Most people pay their broadband provider £200 or more per year above what they'd pay elsewhere. They just never get around to switching. The process sounds complicated. It genuinely isn't any more.

Ofcom's One Touch Switch process, which came into force in September 2023, means switching broadband provider now takes a single contact with your new provider. You don't need to call your current provider at all. No cancellation calls, no retention teams, no awkward conversations.

How One Touch Switch works

Under One Touch Switch (OTS), the switching process is driven entirely by your new provider. Here's how it works:

  1. You sign up with your new provider and pick an activation date.
  2. Your new provider contacts your current provider on your behalf and arranges the transfer.
  3. On the activation date, your old service stops and your new service starts. The crossover is managed automatically.
  4. Your current provider cancels your old contract and sends a final bill.

You do not need to call your old provider. You do not need to give them notice separately. The new provider handles everything.

One Touch Switch applies to providers that both use the Openreach network. That covers BT, Sky, EE, Plusnet, Vodafone, TalkTalk, Shell Energy, Zen Internet, and many others. Virgin Media and Hyperoptic use their own networks and have slightly different processes, though they're required to make switching easy under Ofcom's rules.

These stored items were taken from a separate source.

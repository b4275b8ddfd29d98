"""The strip across the top: a chip per plan, the axis switch, the what-if in force."""

from __future__ import annotations

from typing import TYPE_CHECKING

from PySide6.QtCore import QEvent, QPointF, QRect, QRectF, QSignalBlocker, QSize, Qt, QTimer
from PySide6.QtGui import QColor, QPainter, QPaintEvent, QPen, QResizeEvent
from PySide6.QtWidgets import (
    QAbstractButton,
    QBoxLayout,
    QButtonGroup,
    QHBoxLayout,
    QPushButton,
    QWidget,
)

from rescue_planner.desk import theme
from rescue_planner.desk.context import Desk
from rescue_planner.desk.flow import FlowLayout
from rescue_planner.desk.plan_mark import paint_sample
from rescue_planner.desk.widgets import rule, text
from rescue_planner.projection.marks import PlanMark, mark

if TYPE_CHECKING:
    from rescue_planner.case.plans import Plan

SAMPLE = 36
NAME_WIDTHS = (48, 36, 28, 22, 17, 13, 10, 7, 4, 0)  # in letters; the widest that fits is taken
MOST_ROWS = 2
LARGE, MOST_ROWS_LARGE = 1.5, 3  # large text takes a row more before names are shortened


class PlanChip(QAbstractButton):
    """Letter, line and name of one plan; a click or Space hides or shows it everywhere."""

    def __init__(self, desk: Desk, name: str, drawn: PlanMark, parent: QWidget) -> None:
        super().__init__(parent)
        self._desk, self.plan, self._mark = desk, name, drawn
        self.letters = NAME_WIDTHS[0]
        self.setText(name)
        self.setCheckable(True)
        self.setCursor(Qt.CursorShape.PointingHandCursor)
        self.setFocusPolicy(Qt.FocusPolicy.StrongFocus)
        self.clicked.connect(self._clicked)
        self.refresh()

    def _clicked(self, shown: bool) -> None:
        self._desk.view.set_hidden(self.plan, not shown)

    def refresh(self) -> None:
        """Show whether the plan is hidden."""
        shown = self.plan not in self._desk.view.hidden
        blocker = QSignalBlocker(self)
        self.setChecked(shown)
        del blocker
        state = "shown" if shown else "hidden"
        self.setAccessibleName(f"Plan {self._mark.letter}, {self.plan}, {state}")
        self.setAccessibleDescription("Hides or shows this plan on every chart and table.")
        self.setToolTip(f"{self._mark.letter}  {self.plan} ({state}); click to change")
        self.updateGeometry()
        self.update()

    def _label(self) -> str:
        return self.plan if self.isChecked() else f"{self.plan} (hidden)"

    def sizeHint(self) -> QSize:
        metrics = self.fontMetrics()
        most = metrics.averageCharWidth() * self.letters
        letter = metrics.horizontalAdvance("M")
        width = min(metrics.horizontalAdvance(self._label()) + 2, most)
        high = max(theme.TARGET + 4, metrics.height() + theme.UNIT)
        return QSize(theme.UNIT * 4 + letter + SAMPLE + width, high)

    def minimumSizeHint(self) -> QSize:
        return self.sizeHint()

    def paintEvent(self, _event: QPaintEvent) -> None:
        colours, scheme = theme.palette(self._desk.view.scheme), self._desk.view.scheme
        painter, shown = QPainter(self), self.isChecked()
        if self.underMouse():
            painter.fillRect(self.rect(), QColor(colours.accent_ground))
        metrics, x = self.fontMetrics(), theme.UNIT
        letter = metrics.horizontalAdvance("M")
        made = self.font()
        made.setBold(True)
        painter.setFont(made)
        colour = theme.plan_colour(self._mark, scheme) if shown else QColor(colours.soft)
        painter.setPen(colour)
        painter.drawText(
            QRect(x, 0, letter, self.height()), Qt.AlignmentFlag.AlignCenter, self._mark.letter
        )
        x += letter + theme.UNIT
        if shown:
            paint_sample(painter, QRectF(x, 0, SAMPLE, self.height()), self._mark, scheme)
        else:
            painter.setPen(QPen(QColor(colours.line), 1))
            middle = self.height() / 2
            painter.drawLine(QPointF(x, middle), QPointF(x + SAMPLE, middle))
        x += SAMPLE + theme.UNIT
        painter.setFont(self.font())
        painter.setPen(QColor(colours.ink if shown else colours.soft))
        room = self.width() - x - theme.HALF
        words = metrics.elidedText(self._label(), Qt.TextElideMode.ElideRight, room)
        painter.drawText(
            QRect(x, 0, room, self.height()),
            Qt.AlignmentFlag.AlignVCenter | Qt.AlignmentFlag.AlignLeft,
            words,
        )
        if self.hasFocus():
            painter.setPen(QPen(QColor(colours.accent), 2))
            painter.drawRect(self.rect().adjusted(1, 1, -1, -1))
        painter.end()


class PlanStrip(QWidget):
    """The same plans, marks and axis for every page."""

    def __init__(self, desk: Desk, parent: QWidget | None = None) -> None:
        super().__init__(parent)
        self._desk = desk
        self.setObjectName("strip")
        self.setAttribute(Qt.WidgetAttribute.WA_StyledBackground)
        self._held = QWidget(self)
        self._flow = FlowLayout(self._held, gap=theme.HALF)
        self.chips: list[PlanChip] = []
        self.years = self._switch("Years", "years")
        self.generations = self._switch("Generations", "generations")
        self.what_if = text("What-if: none", "soft", wrap=False)
        self.what_if.setToolTip("Changed assumptions in force, for all plans at once")
        row = QHBoxLayout(self)
        row.setContentsMargins(theme.UNIT, theme.HALF, theme.UNIT * 2, theme.HALF)
        row.setSpacing(theme.UNIT)
        row.addWidget(self._held, 1)
        row.addWidget(rule(upright=True))
        row.addLayout(self._sides())
        self._later = QTimer(self)  # fonts of the chips follow the strip's own a moment later
        self._later.setSingleShot(True)
        self._later.setInterval(0)
        self._later.timeout.connect(self._fit)
        self._group = QButtonGroup(self)
        self._group.addButton(self.years)
        self._group.addButton(self.generations)
        desk.document.changed.connect(self.refresh)
        desk.document.replaced.connect(self._replaced)
        desk.view.changed.connect(self._view_changed)
        self._view_changed()

    def _sides(self) -> QBoxLayout:
        """Return switch and what-if, side by side; one above the other where text is large."""
        switch = QHBoxLayout()
        switch.setSpacing(theme.UNIT)
        switch.addWidget(self.years)
        switch.addWidget(self.generations)
        self._between = rule(upright=True)
        self._side = QBoxLayout(QBoxLayout.Direction.LeftToRight)
        self._side.setSpacing(theme.UNIT)
        self._side.addLayout(switch)
        self._side.addWidget(self._between)
        self._side.addWidget(self.what_if)
        return self._side

    def _switch(self, words: str, axis: str) -> QPushButton:
        made = QPushButton(words)
        made.setObjectName("switch")
        made.setCheckable(True)
        made.setMinimumSize(theme.TARGET, theme.TARGET)
        made.setAccessibleName(f"Time axis in {words.lower()}")
        made.setAccessibleDescription("Changes the labels of the time axis, never the results.")
        made.clicked.connect(lambda: self._desk.view.set_axis(axis))  # type: ignore[arg-type]
        return made

    def _replaced(self) -> None:
        self._desk.view.show_all()
        if not self._desk.document.has_case:
            self._rebuild(())

    def refresh(self) -> None:
        """Show the plans of the case."""
        plans = self._desk.document.case.plans
        if [chip.plan for chip in self.chips] != [plan.name for plan in plans]:
            self._rebuild(plans)

    def _rebuild(self, plans: tuple[Plan, ...]) -> None:
        for chip in self.chips:
            self._flow.removeWidget(chip)
            chip.setParent(None)
            chip.deleteLater()
        self.chips = [
            PlanChip(self._desk, plan.name, mark(index), self._held)
            for index, plan in enumerate(plans)
        ]
        for chip in self.chips:
            self._flow.addWidget(chip)
            chip.show()
        self._later.start()

    def resizeEvent(self, event: QResizeEvent) -> None:
        super().resizeEvent(event)
        self._fit()

    def changeEvent(self, event: QEvent) -> None:
        super().changeEvent(event)
        if hasattr(self, "_later") and event.type() in (
            QEvent.Type.FontChange,
            QEvent.Type.StyleChange,
        ):
            self._later.start()

    def _fit(self) -> None:
        """Shorten names until the chips stand in two rows; the tool tip tells them whole."""
        if not self.chips or self._held.width() < theme.TARGET:
            return
        row = self.chips[0].sizeHint().height()
        most = MOST_ROWS_LARGE if self._desk.view.text_scale >= LARGE else MOST_ROWS
        for letters in NAME_WIDTHS:
            for chip in self.chips:
                chip.letters = letters
                chip.updateGeometry()  # or the layout keeps the size it knows
            high = self._flow.heightForWidth(self._held.width())
            if high <= most * (row + theme.UNIT):
                break
        self._held.updateGeometry()

    def _view_changed(self) -> None:
        for chip in self.chips:
            chip.refresh()
        for made, axis in ((self.years, "years"), (self.generations, "generations")):
            made.setChecked(self._desk.view.axis == axis)
        large = self._desk.view.text_scale >= LARGE
        ways = QBoxLayout.Direction
        self._side.setDirection(ways.TopToBottom if large else ways.LeftToRight)
        self._between.setVisible(not large)
        self._later.start()
        self.update()
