"""Draws the mark of a plan: its letter's colour, dash pattern and marker."""

from __future__ import annotations

from PySide6.QtCore import QPointF, QRectF, Qt
from PySide6.QtGui import QPainter, QPainterPath, QPolygonF

from rescue_planner.desk import theme
from rescue_planner.desk.view import Scheme
from rescue_planner.projection.marks import PlanMark

_CORNERS = {
    "square": ((-1, -1), (1, -1), (1, 1), (-1, 1)),
    "triangle": ((0, -1.15), (1.1, 0.9), (-1.1, 0.9)),
    "triangle-down": ((0, 1.15), (1.1, -0.9), (-1.1, -0.9)),
    "diamond": ((0, -1.3), (1.3, 0), (0, 1.3), (-1.3, 0)),
    "cross": (
        (-0.4, -1.2), (0.4, -1.2), (0.4, -0.4), (1.2, -0.4), (1.2, 0.4), (0.4, 0.4),
        (0.4, 1.2), (-0.4, 1.2), (-0.4, 0.4), (-1.2, 0.4), (-1.2, -0.4), (-0.4, -0.4),
    ),
}  # fmt: skip


def marker_path(name: str, at: QPointF, radius: float) -> QPainterPath:
    """Return the outline of a marker around `at`."""
    path = QPainterPath()
    if name not in _CORNERS:
        path.addEllipse(at, radius, radius)
        return path
    points = [QPointF(at.x() + x * radius, at.y() + y * radius) for x, y in _CORNERS[name]]
    path.addPolygon(QPolygonF(points))
    path.closeSubpath()
    return path


def paint_sample(painter: QPainter, rect: QRectF, mark: PlanMark, scheme: Scheme) -> None:
    """Paint a short piece of a plan's line with its marker into `rect`."""
    painter.save()
    painter.setRenderHint(QPainter.RenderHint.Antialiasing)
    y = rect.center().y()
    painter.setPen(theme.plan_pen(mark, scheme, 2.0))
    painter.drawLine(QPointF(rect.left(), y), QPointF(rect.right(), y))
    painter.setPen(Qt.PenStyle.NoPen)
    painter.setBrush(theme.plan_colour(mark, scheme))
    painter.drawPath(marker_path(mark.marker, rect.center(), 3.6))
    painter.restore()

Step-by-step: how to switch broadband provider

Step 1: Check what's available at your postcode

Before looking at deals, check what technology and providers are actually available at your address. There's no point comparing BT and Sky if Hyperoptic is in your building at half the price, or if a CityFibre provider is offering 500 Mbps for £28/month on your street.

Use the postcode checker to see every provider available at your address with real speed data.

Step 2: Compare deals and pick a new provider

Look at our April 2026 deals guide for current prices across major providers. When comparing, check:

  • The price during the contract period
  • Whether annual price rises are included (and how much they can be)
  • The contract length (18 months vs 24 months)
  • The out-of-contract rate (what you'll pay after the deal ends)
  • Any activation or setup fees

Step 3: Check your current contract end date

If you're still within your minimum contract period, switching early means paying early exit fees. Check your current provider's app or online account, or ring their customer service line, to confirm when your contract ends and what the early exit fee would be.

Some providers will waive or reduce early exit fees if you've had a service issue. It's always worth asking.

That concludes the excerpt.